I would like to have some advice for my setup with proxmox and zfs on my homelab.

My hardware:
CPU: i5-7400
RAM: 32GB
NIC: 2x1Gb Intel

Disk in use for test: 2x160gb mirror with 1 Intel ssd for slog. I attached them as raw disks

proxmox ver 5.2-9

Trying to switch to zfs, I've been trying severals zfs solution ( zfs on proxmox, freenas with nfs and omnios ).
My original idea was use FreeNAS as VM and share the dataset by NFS and use the qcow2 format, but I didn't get a good result ( poor write performance ) and same stuff with SMB.

Then, I created a linux bridge, without interface, named VMBR2 and I assigned the IP 192.168.5.1
I deployed an OmniOS VM and I put the virtio nic in the VMBR2. On this interface I enabled the mtu 9000 and I assigned the IP 192.168.5.2
How can I set up the mtu=9000 for VMBR2? Is linux bridge supported these config or I have to switch to OVS?

Then, OmniOS recognized the virtio nic as 1Gb link and I don't know how to set it up at 10Gbps.
I run an iperf test and I got these results:

Using proxmox as iper server, I can reach the 10Gbps link, but if I use OmniOS as server I can reach only 300Mbps, so proxmox can write only a 300Mbps instead of the maximum speed. Some advise?

I set up the ZFS datastore with a blocksize=8k and the dataset on OmniOS as well.

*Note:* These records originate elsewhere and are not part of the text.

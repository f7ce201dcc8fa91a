package jonquil.units;

import static org.junit.jupiter.api.Assertions.assertEquals;
import static org.junit.jupiter.api.Assertions.assertFalse;
import static org.junit.jupiter.api.Assertions.assertTrue;

import java.util.stream.Stream;
import org.junit.jupiter.api.Test;
import org.junit.jupiter.params.ParameterizedTest;
import org.junit.jupiter.params.provider.Arguments;
import org.junit.jupiter.params.provider.MethodSource;

/**
 * The named dimensions agree with the base-unit forms of their SI units and read well in messages.
 */
class DimensionTest {
  static Stream<Arguments> baseForms() {
    // The coherent unit of each named dimension in base units, as the source writes it.
    return Stream.of(
        Arguments.of(Dimension.POWER, "kg·m²·s⁻³", Sources.SI_T4 + ", watt"),
        Arguments.of(Dimension.ENERGY, "kg·m²·s⁻²", Sources.SI_T4 + ", joule"),
        Arguments.of(Dimension.FREQUENCY, "s⁻¹", Sources.SI_T4 + ", hertz"),
        Arguments.of(Dimension.VOLTAGE, "kg·m²·s⁻³·A⁻¹", Sources.SI_T4 + ", volt"),
        Arguments.of(Dimension.ELECTRIC_FIELD, "kg·m·s⁻³·A⁻¹", Sources.SI_T4 + ", volt per metre"),
        Arguments.of(Dimension.IRRADIANCE, "kg·s⁻³", Sources.SI_T4 + ", watt per square metre"),
        Arguments.of(Dimension.FLUENCE, "kg·s⁻²", Sources.SI_T4 + ", joule per square metre"),
        Arguments.of(Dimension.RESPONSIVITY, "kg⁻¹·m⁻²·s³·A", Sources.SI_T4 + ", ampere per watt"),
        Arguments.of(
            Dimension.LINEAR_POWER_DENSITY, "kg·m·s⁻³", Sources.SI_T4 + ", watt per metre"),
        Arguments.of(Dimension.LENGTH4, "m⁴", Sources.SI_T2),
        Arguments.of(Dimension.INVERSE_LENGTH, "m⁻¹", Sources.SI_5_4));
  }

  @ParameterizedTest(name = "{2}")
  @MethodSource("baseForms")
  void namedDimensionsHaveTheirSiBaseForm(Dimension dim, String formula, String source) {
    assertEquals(formula, dim.formula(), source);
  }

  @Test
  void describeGivesFriendlyNames() {
    assertEquals("length", Dimension.LENGTH.describe());
    assertEquals("power", Dimension.POWER.describe());
    assertEquals("energy", Dimension.ENERGY.describe());
    assertEquals("time", Dimension.TIME.describe());
    assertEquals("frequency", Dimension.FREQUENCY.describe());
    assertEquals("angle", Dimension.ANGLE.describe());
    assertEquals("area", Dimension.AREA.describe());
    assertEquals("plain number (ratio)", Dimension.DIMENSIONLESS.describe());
    assertEquals("irradiance (power per area)", Dimension.IRRADIANCE.describe());
    assertEquals("fluence (energy per area)", Dimension.FLUENCE.describe());
    assertEquals("power per length", Dimension.LINEAR_POWER_DENSITY.describe());
    assertEquals("electric field strength", Dimension.ELECTRIC_FIELD.describe());
    assertEquals("temperature", Dimension.TEMPERATURE.describe());
  }

  @Test
  void unnamedDimensionsFallBackToTheFormula() {
    // Force has no entry: the newton is kg·m·s⁻² (SI Brochure 9th ed., Table 4, from memory).
    assertEquals("kg·m·s⁻²", new Dimension(1, 1, -2, 0, 0, 0).describe());
    assertEquals("m·rad", Dimension.LENGTH.times(Dimension.ANGLE).describe());
  }

  @Test
  void angleIsNotDimensionless() {
    assertFalse(Dimension.ANGLE.isDimensionless());
    assertTrue(Dimension.LENGTH.divide(Dimension.LENGTH).isDimensionless());
  }
}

Please fell free to give others advise :)

Thanks,
Jack Layne
 
Last edited:
How can I set up the mtu=9000 for VMBR2? Is linux bridge supported these config or I have to switch to OVS?
Yes Linux bridge do support mtu 9000.
to set it you must edit the /etc/interfaces and set the mtu on the dev
Then, OmniOS recognized the virtio nic as 1Gb link and I don't know how to set it up at 10Gbps.
This is only a driver node and do not affect the real speed what is over 10GBit but this depends on your CPU.

Using proxmox as iper server, I can reach the 10Gbps link, but if I use OmniOS as server I can reach only 300Mbps, so proxmox can write only a 300Mbps instead of the maximum speed. Some advise?
If you use iperf it is very important to use the same version because if you use different version such things can happen.

I set up the ZFS datastore with a blocksize=8k and the dataset on OmniOS as well. Please fell free to give others advise :)
I'm not sure if I do understand correct but do you use zfs on zfs?
If so this is not recommended because you lose massive speed.
 
Yes Linux bridge do support mtu 9000.
to set it you must edit the /etc/interfaces and set the mtu on the dev

ok, but what if I just created a vmbr without dev? If I set up the mtu on the physical dev, this one will change on the vmbr without dev?

This is only a driver node and do not affect the real speed what is over 10GBit but this depends on your CPU.

Ok, I got this feeling, but I wasn't sure.


If you use iperf it is very important to use the same version because if you use different version such things can happen.

I have been using iperf3 for all test

I'm not sure if I do understand correct but do you use zfs on zfs?
If so this is not recommended because you lose massive speed.

No, I just attached the disks as raw to the OmniVM ( and created the pool on it ) and then I configured the ZFS over iSCSI on proxmox.

I'm testing the performance using ATTO Benchmark in a Windows machine trying to figure out how to tune ZFS, iSCSI and blocksize.
Firstly I did the test using a local pool ( native on proxmox ) and then I've been doing the same test using ZFS over iSCSI from OmniOS, trying to get the same performance, but since now, the performance are very different.. any idea?




another question: In the past days I tested FreeNAS using qcow2 over NFS.. If I well understood from other posts, this isn't recommended, correct?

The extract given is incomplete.